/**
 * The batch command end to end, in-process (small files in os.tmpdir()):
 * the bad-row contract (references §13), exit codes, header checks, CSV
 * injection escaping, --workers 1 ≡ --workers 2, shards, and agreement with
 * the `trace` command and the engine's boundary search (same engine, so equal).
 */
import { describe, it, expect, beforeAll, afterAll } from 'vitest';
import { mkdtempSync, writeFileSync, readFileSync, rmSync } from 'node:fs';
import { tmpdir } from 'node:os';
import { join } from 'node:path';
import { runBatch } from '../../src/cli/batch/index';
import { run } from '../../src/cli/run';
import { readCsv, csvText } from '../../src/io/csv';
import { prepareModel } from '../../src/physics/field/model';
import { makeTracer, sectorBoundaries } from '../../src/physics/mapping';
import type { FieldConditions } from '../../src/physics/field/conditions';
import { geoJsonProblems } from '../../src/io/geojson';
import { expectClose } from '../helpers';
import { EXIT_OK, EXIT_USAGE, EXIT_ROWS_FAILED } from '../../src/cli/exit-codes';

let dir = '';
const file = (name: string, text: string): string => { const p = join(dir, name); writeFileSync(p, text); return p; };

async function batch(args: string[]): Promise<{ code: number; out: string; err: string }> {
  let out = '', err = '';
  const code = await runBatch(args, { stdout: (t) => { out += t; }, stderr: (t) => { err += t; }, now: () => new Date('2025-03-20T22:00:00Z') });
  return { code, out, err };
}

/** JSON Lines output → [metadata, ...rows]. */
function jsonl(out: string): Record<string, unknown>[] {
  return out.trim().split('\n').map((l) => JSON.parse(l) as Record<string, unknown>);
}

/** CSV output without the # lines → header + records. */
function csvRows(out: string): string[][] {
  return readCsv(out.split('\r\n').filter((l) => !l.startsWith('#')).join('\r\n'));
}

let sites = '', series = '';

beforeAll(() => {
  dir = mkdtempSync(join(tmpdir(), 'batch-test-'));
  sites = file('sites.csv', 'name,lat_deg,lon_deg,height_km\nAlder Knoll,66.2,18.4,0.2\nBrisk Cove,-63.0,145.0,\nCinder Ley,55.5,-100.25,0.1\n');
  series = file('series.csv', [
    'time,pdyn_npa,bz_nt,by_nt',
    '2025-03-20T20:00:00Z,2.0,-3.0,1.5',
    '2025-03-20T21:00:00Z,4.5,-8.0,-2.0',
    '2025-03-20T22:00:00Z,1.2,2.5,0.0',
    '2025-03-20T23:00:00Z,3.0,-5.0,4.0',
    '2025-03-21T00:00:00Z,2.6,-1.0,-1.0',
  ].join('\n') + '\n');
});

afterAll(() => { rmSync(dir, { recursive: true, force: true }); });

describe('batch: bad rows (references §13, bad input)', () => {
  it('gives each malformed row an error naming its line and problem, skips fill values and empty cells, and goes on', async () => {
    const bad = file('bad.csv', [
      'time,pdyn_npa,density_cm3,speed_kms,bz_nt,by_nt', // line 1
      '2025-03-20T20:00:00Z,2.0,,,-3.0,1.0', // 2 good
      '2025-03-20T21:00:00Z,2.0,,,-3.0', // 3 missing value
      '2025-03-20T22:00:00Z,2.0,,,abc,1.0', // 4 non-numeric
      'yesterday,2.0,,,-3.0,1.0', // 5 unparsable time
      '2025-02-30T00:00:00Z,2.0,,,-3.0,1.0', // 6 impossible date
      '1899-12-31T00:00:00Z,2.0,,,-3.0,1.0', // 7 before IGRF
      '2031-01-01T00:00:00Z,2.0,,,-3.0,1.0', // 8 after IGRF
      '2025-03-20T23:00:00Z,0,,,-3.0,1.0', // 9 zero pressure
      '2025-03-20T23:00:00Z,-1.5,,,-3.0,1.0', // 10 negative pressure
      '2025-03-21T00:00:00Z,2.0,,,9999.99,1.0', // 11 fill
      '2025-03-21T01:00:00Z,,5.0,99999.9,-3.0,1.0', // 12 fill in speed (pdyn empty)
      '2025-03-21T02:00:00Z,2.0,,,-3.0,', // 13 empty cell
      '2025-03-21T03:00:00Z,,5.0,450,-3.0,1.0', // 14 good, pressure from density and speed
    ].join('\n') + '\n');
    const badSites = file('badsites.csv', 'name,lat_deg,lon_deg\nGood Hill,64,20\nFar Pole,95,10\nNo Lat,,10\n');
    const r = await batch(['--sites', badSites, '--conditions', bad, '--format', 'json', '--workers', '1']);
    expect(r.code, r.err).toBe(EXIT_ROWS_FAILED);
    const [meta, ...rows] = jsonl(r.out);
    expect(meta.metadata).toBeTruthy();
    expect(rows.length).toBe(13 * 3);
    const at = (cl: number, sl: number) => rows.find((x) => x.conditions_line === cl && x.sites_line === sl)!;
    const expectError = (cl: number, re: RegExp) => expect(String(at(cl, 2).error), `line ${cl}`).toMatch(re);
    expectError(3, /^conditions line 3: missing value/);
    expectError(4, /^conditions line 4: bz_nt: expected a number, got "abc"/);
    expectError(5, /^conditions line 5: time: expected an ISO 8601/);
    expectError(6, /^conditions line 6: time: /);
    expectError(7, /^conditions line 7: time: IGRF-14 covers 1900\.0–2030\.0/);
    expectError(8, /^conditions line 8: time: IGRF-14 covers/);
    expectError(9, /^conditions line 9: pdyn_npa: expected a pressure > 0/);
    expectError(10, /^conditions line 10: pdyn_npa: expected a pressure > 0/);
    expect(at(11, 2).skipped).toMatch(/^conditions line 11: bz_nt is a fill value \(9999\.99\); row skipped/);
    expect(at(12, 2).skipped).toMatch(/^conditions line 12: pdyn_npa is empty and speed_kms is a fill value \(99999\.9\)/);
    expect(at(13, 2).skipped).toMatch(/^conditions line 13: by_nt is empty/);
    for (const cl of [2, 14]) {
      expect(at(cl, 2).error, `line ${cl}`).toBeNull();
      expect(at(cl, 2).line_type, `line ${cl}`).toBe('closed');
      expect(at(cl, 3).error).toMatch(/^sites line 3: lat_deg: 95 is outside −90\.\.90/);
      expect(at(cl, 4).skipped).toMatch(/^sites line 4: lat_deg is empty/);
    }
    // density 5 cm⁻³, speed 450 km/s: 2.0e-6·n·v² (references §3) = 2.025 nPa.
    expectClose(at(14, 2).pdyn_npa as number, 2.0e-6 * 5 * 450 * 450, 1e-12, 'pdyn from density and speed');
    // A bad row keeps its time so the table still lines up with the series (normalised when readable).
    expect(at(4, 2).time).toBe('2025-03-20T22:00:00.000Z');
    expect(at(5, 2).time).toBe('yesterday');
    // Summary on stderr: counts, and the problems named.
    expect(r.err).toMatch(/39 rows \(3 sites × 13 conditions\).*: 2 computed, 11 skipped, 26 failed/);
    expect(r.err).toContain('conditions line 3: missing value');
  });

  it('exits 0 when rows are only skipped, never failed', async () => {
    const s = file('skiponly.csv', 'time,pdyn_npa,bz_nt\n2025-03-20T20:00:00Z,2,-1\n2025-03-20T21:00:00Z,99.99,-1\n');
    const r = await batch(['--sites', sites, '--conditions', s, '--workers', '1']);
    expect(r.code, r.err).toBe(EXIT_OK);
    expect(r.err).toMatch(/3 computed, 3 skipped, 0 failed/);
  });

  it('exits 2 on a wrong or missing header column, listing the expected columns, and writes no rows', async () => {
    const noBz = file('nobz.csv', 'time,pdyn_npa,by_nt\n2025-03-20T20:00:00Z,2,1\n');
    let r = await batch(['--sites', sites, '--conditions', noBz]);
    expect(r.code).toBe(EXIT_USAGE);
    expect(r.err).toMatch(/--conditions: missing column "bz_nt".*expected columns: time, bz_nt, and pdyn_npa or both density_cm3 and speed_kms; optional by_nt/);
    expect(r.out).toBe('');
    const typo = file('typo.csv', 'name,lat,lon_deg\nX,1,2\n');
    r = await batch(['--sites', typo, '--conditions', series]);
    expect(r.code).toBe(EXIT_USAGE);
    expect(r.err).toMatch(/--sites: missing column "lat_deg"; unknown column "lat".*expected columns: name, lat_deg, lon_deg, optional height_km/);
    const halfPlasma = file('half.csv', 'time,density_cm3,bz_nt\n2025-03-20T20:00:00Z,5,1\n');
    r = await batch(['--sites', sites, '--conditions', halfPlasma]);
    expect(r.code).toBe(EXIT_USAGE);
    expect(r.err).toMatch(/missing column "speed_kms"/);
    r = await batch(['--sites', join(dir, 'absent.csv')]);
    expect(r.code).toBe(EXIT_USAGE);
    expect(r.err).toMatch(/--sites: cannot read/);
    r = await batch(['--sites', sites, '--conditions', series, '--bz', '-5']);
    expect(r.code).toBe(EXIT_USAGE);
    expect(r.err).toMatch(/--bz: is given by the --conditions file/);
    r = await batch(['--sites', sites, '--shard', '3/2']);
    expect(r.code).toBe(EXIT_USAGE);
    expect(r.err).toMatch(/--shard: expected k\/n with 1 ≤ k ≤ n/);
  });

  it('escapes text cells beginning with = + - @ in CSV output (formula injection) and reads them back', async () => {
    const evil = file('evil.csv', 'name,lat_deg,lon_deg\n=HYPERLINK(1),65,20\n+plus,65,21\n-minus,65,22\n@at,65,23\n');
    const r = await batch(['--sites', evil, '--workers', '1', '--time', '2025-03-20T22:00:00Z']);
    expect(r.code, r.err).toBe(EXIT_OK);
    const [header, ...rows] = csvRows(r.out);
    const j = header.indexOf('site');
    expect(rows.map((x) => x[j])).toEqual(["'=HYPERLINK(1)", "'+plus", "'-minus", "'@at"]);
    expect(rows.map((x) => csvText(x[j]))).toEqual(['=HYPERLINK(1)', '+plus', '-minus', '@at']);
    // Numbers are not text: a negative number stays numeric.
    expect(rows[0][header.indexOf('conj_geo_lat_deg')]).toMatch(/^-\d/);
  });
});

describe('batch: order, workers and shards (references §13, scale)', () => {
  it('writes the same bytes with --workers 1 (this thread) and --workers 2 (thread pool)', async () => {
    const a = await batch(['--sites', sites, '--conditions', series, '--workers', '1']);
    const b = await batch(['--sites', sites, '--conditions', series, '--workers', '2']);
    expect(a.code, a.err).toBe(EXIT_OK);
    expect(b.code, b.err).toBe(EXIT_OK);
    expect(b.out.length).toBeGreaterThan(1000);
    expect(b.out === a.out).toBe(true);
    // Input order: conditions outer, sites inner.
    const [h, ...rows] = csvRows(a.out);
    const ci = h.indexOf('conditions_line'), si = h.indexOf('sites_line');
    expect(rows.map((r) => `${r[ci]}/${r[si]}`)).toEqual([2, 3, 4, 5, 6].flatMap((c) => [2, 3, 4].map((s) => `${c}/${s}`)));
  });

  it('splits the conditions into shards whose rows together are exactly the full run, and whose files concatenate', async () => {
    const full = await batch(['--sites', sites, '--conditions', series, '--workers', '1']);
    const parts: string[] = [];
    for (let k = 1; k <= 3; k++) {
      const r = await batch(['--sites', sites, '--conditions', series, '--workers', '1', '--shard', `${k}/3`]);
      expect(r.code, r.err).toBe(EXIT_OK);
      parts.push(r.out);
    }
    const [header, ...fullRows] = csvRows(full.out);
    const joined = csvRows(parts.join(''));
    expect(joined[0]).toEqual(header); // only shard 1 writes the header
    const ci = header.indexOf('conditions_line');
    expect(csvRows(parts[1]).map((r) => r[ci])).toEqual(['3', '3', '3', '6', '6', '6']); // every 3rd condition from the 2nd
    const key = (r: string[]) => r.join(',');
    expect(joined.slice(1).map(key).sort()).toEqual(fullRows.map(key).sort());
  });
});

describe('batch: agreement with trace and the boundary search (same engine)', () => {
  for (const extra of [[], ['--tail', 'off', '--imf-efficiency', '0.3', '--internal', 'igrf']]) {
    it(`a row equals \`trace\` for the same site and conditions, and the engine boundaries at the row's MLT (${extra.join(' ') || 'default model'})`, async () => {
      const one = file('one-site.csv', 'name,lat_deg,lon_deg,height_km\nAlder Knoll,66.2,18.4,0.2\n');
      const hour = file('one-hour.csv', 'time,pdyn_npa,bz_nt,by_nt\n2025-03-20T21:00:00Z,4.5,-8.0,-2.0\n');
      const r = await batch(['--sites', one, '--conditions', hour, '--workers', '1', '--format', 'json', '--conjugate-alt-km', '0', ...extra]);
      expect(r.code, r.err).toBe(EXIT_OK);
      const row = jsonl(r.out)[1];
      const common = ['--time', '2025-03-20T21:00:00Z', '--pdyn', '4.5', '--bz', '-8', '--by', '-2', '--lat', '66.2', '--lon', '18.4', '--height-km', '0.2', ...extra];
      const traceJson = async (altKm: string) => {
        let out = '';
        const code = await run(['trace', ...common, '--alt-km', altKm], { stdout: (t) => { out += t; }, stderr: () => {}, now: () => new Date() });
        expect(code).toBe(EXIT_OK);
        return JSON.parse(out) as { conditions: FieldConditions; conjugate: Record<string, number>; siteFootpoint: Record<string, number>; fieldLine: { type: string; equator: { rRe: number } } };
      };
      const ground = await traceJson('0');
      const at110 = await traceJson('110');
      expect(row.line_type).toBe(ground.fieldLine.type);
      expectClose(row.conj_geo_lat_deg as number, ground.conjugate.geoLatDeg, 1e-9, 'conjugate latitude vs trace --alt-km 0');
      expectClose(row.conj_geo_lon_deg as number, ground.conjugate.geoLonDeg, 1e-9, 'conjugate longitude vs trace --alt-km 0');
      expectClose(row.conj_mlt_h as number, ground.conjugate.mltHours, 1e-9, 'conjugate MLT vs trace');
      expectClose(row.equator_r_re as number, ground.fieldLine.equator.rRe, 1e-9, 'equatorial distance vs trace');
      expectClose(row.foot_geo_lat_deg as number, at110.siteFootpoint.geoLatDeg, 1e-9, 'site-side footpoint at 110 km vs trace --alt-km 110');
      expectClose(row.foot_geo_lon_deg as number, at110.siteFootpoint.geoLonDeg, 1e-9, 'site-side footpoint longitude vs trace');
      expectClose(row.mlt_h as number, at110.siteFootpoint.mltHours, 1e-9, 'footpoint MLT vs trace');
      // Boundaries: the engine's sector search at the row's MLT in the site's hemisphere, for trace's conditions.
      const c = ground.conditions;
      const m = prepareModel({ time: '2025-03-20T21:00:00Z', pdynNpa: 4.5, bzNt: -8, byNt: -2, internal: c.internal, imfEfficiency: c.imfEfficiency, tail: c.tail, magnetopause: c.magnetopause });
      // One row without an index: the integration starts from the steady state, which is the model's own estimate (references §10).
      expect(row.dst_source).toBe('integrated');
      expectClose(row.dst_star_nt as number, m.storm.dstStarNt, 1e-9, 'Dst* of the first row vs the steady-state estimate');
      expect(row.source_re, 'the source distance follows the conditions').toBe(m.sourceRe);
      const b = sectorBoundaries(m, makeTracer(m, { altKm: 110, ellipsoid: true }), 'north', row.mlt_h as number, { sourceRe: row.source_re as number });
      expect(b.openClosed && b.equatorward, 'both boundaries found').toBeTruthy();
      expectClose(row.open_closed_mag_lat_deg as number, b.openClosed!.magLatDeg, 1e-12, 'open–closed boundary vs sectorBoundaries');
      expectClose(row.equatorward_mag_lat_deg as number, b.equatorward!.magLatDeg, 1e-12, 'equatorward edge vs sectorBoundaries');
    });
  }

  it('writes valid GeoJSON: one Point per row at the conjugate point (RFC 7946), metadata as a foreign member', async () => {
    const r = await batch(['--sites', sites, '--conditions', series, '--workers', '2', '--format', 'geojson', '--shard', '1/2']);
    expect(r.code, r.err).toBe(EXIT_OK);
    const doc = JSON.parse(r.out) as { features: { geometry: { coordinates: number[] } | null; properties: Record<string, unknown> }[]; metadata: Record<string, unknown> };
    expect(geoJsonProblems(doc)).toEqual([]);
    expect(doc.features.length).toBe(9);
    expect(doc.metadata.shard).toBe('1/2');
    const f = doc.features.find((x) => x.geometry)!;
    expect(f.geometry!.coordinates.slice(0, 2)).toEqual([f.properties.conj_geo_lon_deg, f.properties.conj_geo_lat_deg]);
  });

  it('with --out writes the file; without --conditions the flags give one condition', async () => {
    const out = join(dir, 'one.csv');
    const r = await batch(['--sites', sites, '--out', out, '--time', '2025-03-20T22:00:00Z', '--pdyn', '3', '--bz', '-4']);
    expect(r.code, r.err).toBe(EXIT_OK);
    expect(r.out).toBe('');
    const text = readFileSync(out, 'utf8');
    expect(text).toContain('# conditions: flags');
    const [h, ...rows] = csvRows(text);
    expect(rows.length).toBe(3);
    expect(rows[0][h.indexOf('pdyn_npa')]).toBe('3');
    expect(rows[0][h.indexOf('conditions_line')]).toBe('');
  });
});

=-=-=

TASK DETAILS => Show every line in the entries above that contains the string "prepareModel".

ANSWER BOX =>
import { prepareModel } from '../../src/physics/field/model';
      const m = prepareModel({ time: '2025-03-20T21:00:00Z', pdynNpa: 4.5, bzNt: -8, byNt: -2, internal: c.internal, imfEfficiency: c.imfEfficiency, tail: c.tail, magnetopause: c.magnetopause });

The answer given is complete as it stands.